• [Dataset entries]

------------

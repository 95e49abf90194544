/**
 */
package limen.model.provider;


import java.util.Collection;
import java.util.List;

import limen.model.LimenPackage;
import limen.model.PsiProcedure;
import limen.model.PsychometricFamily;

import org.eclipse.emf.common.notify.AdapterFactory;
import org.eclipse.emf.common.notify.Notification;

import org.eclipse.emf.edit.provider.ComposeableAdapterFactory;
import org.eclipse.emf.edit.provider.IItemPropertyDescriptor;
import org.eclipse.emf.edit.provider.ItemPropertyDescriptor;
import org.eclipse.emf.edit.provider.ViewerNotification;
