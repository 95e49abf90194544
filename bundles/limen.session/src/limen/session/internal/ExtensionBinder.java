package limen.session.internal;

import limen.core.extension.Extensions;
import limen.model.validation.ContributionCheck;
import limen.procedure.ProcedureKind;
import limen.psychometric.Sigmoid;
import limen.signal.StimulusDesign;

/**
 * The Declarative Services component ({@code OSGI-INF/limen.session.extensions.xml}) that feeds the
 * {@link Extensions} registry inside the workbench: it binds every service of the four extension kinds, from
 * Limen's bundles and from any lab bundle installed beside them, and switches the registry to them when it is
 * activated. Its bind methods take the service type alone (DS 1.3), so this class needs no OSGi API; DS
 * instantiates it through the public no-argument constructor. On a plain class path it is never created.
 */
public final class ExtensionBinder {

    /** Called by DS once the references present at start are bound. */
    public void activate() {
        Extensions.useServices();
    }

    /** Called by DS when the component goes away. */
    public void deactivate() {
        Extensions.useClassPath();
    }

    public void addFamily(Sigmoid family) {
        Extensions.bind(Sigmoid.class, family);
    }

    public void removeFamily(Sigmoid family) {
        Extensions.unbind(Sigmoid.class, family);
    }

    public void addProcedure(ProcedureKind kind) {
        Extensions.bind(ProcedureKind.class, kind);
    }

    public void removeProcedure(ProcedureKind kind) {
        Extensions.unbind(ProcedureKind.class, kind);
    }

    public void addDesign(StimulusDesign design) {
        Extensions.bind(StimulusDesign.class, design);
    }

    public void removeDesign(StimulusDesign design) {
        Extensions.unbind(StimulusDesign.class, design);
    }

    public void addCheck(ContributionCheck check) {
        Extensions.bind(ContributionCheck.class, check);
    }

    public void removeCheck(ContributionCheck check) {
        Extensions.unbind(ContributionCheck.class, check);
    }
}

------------

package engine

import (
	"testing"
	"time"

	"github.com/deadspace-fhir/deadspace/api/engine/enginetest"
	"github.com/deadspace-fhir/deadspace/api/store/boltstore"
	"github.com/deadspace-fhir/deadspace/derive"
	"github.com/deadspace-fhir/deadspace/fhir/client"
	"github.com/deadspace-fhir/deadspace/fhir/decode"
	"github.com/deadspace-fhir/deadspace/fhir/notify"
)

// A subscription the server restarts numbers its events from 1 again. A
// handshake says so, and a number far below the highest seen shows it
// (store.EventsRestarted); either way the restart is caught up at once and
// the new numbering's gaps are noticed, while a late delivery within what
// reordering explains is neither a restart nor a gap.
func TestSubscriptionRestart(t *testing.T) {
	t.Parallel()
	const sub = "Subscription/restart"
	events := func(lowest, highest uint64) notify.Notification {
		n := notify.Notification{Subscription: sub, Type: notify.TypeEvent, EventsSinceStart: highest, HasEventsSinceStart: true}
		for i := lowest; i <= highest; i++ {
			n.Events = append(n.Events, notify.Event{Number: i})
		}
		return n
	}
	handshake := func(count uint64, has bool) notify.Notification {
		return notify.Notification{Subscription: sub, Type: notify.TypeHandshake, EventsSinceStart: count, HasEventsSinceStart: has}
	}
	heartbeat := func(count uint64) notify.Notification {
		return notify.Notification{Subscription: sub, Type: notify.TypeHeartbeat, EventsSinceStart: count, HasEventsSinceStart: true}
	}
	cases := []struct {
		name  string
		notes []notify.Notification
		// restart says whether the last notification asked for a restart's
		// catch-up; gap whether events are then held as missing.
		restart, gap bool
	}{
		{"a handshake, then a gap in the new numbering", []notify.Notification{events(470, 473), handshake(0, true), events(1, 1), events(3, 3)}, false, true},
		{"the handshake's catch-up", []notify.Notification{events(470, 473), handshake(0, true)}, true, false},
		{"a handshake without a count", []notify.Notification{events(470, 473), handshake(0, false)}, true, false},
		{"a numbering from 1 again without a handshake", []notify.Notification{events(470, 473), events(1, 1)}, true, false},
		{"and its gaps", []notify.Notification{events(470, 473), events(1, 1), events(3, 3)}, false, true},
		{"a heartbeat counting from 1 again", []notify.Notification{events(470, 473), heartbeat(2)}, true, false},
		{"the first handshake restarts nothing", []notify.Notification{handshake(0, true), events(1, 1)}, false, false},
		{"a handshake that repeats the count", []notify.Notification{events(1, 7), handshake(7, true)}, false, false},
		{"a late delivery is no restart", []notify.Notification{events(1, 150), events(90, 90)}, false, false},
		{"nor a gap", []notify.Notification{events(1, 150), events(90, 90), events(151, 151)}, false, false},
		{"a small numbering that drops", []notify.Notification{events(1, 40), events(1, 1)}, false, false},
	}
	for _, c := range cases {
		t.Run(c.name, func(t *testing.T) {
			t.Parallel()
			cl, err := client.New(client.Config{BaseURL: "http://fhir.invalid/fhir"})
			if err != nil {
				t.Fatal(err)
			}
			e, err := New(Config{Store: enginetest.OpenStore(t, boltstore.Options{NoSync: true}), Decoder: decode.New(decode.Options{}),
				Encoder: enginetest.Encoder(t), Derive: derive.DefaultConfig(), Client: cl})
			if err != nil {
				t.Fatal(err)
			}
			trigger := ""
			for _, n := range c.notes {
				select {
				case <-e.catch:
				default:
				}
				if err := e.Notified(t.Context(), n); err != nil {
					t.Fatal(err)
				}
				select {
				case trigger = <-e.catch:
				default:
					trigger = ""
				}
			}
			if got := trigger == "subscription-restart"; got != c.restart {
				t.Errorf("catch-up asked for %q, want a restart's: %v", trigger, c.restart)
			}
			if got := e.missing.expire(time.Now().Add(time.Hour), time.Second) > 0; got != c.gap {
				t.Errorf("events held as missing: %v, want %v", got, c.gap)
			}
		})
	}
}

------------

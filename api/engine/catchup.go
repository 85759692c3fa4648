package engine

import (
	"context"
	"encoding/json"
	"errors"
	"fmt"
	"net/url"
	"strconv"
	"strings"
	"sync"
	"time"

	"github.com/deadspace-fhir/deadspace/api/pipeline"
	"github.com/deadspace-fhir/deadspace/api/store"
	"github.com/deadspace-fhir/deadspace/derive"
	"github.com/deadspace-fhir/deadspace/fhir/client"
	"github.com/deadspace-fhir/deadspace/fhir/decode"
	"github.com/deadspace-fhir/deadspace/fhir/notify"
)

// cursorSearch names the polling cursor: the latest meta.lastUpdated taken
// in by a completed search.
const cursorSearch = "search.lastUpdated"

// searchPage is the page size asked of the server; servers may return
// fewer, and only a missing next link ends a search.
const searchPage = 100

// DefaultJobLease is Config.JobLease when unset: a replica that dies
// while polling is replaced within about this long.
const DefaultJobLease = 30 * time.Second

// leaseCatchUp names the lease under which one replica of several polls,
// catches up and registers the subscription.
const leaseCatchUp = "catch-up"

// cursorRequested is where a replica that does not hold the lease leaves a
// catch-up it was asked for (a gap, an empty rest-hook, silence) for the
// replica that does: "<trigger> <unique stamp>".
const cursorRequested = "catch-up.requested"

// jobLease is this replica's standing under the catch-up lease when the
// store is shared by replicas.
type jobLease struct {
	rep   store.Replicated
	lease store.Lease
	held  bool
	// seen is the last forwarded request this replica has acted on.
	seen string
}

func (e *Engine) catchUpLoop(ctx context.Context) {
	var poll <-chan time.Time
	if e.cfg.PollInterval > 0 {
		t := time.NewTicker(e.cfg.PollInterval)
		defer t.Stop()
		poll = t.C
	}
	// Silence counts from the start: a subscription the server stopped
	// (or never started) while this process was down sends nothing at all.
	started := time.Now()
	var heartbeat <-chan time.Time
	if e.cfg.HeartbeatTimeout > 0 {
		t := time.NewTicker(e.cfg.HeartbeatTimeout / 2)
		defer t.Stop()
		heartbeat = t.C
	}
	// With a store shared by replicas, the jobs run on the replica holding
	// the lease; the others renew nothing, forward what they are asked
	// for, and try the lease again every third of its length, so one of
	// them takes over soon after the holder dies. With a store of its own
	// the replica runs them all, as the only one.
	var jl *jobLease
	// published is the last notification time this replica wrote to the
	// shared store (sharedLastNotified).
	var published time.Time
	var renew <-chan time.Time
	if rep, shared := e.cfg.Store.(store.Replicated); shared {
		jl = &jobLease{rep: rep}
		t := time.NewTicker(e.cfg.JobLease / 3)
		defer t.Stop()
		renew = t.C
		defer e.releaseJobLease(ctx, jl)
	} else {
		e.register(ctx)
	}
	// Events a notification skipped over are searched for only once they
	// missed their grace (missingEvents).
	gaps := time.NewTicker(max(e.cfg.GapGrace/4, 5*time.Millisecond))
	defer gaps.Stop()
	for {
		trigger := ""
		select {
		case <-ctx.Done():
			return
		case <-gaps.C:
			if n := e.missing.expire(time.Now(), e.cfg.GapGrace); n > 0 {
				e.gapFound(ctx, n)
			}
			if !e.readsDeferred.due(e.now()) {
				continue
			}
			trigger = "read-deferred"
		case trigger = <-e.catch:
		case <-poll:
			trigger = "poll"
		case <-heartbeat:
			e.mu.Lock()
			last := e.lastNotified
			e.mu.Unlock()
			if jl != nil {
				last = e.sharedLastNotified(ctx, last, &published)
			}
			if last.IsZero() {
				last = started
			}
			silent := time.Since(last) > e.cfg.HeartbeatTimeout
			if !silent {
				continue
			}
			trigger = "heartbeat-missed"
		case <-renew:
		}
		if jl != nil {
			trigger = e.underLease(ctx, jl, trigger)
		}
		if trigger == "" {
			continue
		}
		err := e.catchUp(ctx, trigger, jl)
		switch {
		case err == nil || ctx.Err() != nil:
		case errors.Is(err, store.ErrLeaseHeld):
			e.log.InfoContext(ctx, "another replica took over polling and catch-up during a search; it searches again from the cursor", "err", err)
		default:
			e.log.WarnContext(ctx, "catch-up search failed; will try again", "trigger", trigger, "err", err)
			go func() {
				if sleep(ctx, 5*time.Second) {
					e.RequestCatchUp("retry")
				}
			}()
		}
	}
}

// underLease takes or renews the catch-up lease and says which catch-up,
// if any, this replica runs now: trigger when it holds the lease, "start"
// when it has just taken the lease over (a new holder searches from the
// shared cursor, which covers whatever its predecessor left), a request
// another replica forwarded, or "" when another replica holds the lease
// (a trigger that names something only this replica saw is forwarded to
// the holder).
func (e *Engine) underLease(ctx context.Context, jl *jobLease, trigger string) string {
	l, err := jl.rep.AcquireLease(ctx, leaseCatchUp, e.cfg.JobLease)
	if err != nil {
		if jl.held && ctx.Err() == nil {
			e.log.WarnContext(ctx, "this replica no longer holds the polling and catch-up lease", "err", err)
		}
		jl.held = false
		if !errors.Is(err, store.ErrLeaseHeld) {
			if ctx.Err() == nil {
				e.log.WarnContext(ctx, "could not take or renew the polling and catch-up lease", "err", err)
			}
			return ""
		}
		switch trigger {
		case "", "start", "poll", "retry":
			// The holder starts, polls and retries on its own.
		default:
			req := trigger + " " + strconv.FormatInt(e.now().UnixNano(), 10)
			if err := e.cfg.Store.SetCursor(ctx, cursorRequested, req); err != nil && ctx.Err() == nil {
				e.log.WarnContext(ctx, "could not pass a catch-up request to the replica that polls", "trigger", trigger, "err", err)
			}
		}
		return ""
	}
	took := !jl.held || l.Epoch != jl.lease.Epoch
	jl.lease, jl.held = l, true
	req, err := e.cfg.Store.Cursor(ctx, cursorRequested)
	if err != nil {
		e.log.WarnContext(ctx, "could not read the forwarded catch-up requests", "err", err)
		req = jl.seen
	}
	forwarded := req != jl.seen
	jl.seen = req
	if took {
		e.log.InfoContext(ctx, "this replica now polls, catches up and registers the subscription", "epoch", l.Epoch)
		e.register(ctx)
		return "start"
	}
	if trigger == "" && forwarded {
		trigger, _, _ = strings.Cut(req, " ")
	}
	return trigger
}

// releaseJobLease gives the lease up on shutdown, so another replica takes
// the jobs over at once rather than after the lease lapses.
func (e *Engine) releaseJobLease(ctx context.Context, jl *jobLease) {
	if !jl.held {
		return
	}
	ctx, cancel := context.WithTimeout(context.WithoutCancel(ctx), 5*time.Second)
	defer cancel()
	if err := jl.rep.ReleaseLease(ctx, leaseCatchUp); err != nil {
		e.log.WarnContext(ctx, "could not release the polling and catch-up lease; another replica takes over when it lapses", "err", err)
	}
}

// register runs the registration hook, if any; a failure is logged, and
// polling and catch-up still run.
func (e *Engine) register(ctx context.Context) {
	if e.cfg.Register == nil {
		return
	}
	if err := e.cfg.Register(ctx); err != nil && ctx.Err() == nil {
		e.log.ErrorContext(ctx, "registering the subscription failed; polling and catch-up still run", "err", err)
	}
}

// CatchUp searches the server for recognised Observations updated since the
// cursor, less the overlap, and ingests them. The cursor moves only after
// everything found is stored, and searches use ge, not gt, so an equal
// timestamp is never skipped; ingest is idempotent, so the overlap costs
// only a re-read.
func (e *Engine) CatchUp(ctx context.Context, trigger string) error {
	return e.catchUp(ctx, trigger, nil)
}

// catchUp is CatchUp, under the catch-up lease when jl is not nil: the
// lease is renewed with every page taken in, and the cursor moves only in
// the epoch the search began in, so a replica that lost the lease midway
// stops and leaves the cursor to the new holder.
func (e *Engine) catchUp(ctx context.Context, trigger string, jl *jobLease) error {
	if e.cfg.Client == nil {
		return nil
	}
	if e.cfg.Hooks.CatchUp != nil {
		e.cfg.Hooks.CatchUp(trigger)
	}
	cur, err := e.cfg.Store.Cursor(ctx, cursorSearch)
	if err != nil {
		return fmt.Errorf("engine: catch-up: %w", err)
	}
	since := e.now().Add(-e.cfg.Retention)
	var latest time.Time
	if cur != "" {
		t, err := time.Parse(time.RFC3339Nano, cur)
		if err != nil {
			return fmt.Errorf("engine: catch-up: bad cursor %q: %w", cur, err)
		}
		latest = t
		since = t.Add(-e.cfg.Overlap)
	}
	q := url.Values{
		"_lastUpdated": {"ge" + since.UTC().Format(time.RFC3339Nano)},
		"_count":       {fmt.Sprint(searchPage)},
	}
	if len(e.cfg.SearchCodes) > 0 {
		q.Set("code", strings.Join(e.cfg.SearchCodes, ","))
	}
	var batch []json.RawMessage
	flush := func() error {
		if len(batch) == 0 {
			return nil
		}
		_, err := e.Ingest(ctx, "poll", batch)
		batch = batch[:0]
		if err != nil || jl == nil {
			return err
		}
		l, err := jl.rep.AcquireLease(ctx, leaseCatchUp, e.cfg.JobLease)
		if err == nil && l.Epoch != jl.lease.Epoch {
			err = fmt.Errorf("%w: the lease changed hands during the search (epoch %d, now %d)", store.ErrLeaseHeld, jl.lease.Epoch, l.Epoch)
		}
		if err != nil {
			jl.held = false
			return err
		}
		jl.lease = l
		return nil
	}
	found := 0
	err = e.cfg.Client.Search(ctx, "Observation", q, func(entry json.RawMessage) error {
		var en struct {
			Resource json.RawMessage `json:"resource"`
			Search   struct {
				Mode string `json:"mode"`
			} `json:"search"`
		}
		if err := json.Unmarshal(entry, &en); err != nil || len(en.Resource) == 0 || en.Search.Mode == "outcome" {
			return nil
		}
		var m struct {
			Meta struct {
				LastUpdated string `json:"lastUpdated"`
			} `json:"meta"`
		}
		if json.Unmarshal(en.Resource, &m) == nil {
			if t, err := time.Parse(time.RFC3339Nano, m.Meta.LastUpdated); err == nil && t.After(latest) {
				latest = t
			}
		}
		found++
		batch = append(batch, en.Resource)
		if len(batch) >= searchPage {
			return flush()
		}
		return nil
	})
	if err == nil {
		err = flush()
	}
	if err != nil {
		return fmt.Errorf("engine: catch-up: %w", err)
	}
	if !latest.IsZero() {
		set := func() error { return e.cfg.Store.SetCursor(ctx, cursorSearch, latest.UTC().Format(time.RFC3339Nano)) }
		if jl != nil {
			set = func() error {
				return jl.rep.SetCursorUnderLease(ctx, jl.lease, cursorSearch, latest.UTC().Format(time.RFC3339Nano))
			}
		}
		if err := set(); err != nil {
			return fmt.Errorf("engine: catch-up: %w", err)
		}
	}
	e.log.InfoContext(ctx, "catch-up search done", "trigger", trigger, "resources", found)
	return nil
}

------------

Which lines hold the word "still"? Return all of them from the records above.

• [RESPONSE]
// polling and catch-up still run.
		e.log.ErrorContext(ctx, "registering the subscription failed; polling and catch-up still run", "err", err)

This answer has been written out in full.